### TRY IT
Transcribe only the lines of the listing below from the one holding "mem = int(line.split()[1])" through the one holding "def _mib(v: int", inclusive, without any change.
*** Opening of DATASET EXCERPTS ***
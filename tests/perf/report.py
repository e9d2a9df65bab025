"""The benchmark's report: the machine, the tables, the bars of issue 15, the plot.

Everything here reads the result dicts that run.py builds (one per instance); nothing
measures. Keys of a result: ``median[k]`` and ``samples[k]`` for every measurement
(``e2e:<form>`` over HTTP, the in-process phases, ``script``, ``floor``...), ``paired``
for ratios taken within each round, ``forms`` (the wire forms sent over HTTP),
``floor_engine`` (the fastest bare engine), ``bars`` (which of issue 15's mid-size and
assignment bars the instance belongs to).
"""

from __future__ import annotations

import math
import os
import platform
import shutil
import subprocess
from pathlib import Path
from typing import Any

import numpy as np

PHASES = ("validate", "normalise", "solve", "certify", "answer", "self_verify")
ALL_PHASES = ("parse", *PHASES, "serialise")

#: Issue 15's bars, as (bar group, what is compared, limit). The groups are given per
#: instance by run.plan; "large" is every instance of 10^6 cells or 30k arcs and up.
BIG_RECORD, BIG_COLUMNAR, ASSIGN_LIMIT, MID_LIMIT = 1.0, 0.6, 0.7, 1.5
FLOOR_LIMIT, CHECK_SHARE, PEAK_LIMIT = 1.25, 0.30, 5.0


def machine() -> dict[str, Any]:
    from importlib.metadata import version

    cpu = "unknown"
    with open("/proc/cpuinfo") as f:
        for line in f:
            if line.startswith("model name"):
                cpu = line.split(":", 1)[1].strip()
                break
    mem = 0
    with open("/proc/meminfo") as f:
        for line in f:
            if line.startswith("MemTotal:"):
                mem = int(line.split()[1]) * 1024
    wrk_version = ""
    if shutil.which("wrk"):
        done = subprocess.run(["wrk", "-v"], capture_output=True, text=True, timeout=10,
                              check=False)
        wrk_version = (done.stdout or done.stderr).split("[")[0].strip()
    return {"cpu": cpu, "cores": os.cpu_count(), "memory_gib": round(mem / 2**30, 1),
            "os": platform.platform(), "python": platform.python_version(),
            **{name: version(name) for name in
               ("numpy", "scipy", "ortools", "pot", "lapjv", "networkx", "orjson", "flask",
                "gunicorn")},
            "wrk": wrk_version}


def ms(seconds: float | None) -> str:
    """Milliseconds to three significant figures."""
    if seconds is None or not math.isfinite(seconds):
        return "–"
    v = seconds * 1000
    if abs(v) >= 100:
        return f"{v:,.0f}"
    if abs(v) >= 10:
        return f"{v:.1f}"
    return f"{v:.2f}"


def ratio(a: float | None, b: float | None, digits: int = 2) -> str:
    if a is None or b is None or b == 0:
        return "–"
    return f"{a / b:.{digits}f}"


def peak(mem: dict[str, Any] | None, name: str) -> int | None:
    """The solve's own peak over the parsed body, or the two-process difference when the
    kernel would not reset the high-water mark; None when memory was not measured."""
    if not mem or name + "_over_baseline" not in mem:
        return None
    value: int = mem.get(name + "_peak", mem[name + "_over_baseline"])
    return value


def _mib(v: int | None) -> str:
    return f"{max(v, 0) / 2**20:,.0f}" if v is not None else "–"


def _forms(results: list[dict[str, Any]]) -> list[str]:
    seen: list[str] = []
    for r in results:
        for f in r.get("forms", ()):
            if f not in seen:
                seen.append(f)
    return seen


def _row(cells: list[str]) -> str:
    return "| " + " | ".join(cells) + " |"


def _head(cols: list[str]) -> list[str]:
    return [_row(cols), "|" + "---|" * len(cols)]


def side_by_side(results: list[dict[str, Any]]) -> str:
    """The service per wire form, the bare script and the best bare floor, and ratios."""
    forms = _forms(results)
    head = ["instance", "size", *(f"service HTTP, {f}" for f in forms), "bare script",
            "best floor", "floor engine",
            *(f"{f} / script" for f in forms), *(f"{f} / floor" for f in forms)]
    lines = _head(head)
    for r in results:
        if "median" not in r:
            lines.append(_row([r["key"], "error: " + "; ".join(r["errors"])]
                              + [""] * (len(head) - 2)))
            continue
        med, paired = r["median"], r["paired"]
        lines.append(_row([
            r["key"], f"{r['size']:,} {r['unit']}",
            *(ms(med.get(f"e2e:{f}")) for f in forms), ms(med["script"]), ms(med["floor"]),
            r["floor_engine"],
            *(_fmt(paired.get(f"script:{f}")) for f in forms),
            *(_fmt(paired.get(f"floor:{f}")) for f in forms)]))
    return "\n".join(lines)


def _fmt(v: float | None) -> str:
    return "–" if v is None else f"{v:.2f}"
*** Close of DATASET EXCERPTS ***
### SOLVED PROBLEM
                mem = int(line.split()[1]) * 1024
    wrk_version = ""
    if shutil.which("wrk"):
        done = subprocess.run(["wrk", "-v"], capture_output=True, text=True, timeout=10,
                              check=False)
        wrk_version = (done.stdout or done.stderr).split("[")[0].strip()
    return {"cpu": cpu, "cores": os.cpu_count(), "memory_gib": round(mem / 2**30, 1),
            "os": platform.platform(), "python": platform.python_version(),
            **{name: version(name) for name in
               ("numpy", "scipy", "ortools", "pot", "lapjv", "networkx", "orjson", "flask",
                "gunicorn")},
            "wrk": wrk_version}


def ms(seconds: float | None) -> str:
    """Milliseconds to three significant figures."""
    if seconds is None or not math.isfinite(seconds):
        return "–"
    v = seconds * 1000
    if abs(v) >= 100:
        return f"{v:,.0f}"
    if abs(v) >= 10:
        return f"{v:.1f}"
    return f"{v:.2f}"


def ratio(a: float | None, b: float | None, digits: int = 2) -> str:
    if a is None or b is None or b == 0:
        return "–"
    return f"{a / b:.{digits}f}"


def peak(mem: dict[str, Any] | None, name: str) -> int | None:
    """The solve's own peak over the parsed body, or the two-process difference when the
    kernel would not reset the high-water mark; None when memory was not measured."""
    if not mem or name + "_over_baseline" not in mem:
        return None
    value: int = mem.get(name + "_peak", mem[name + "_over_baseline"])
    return value


def _mib(v: int | None) -> str:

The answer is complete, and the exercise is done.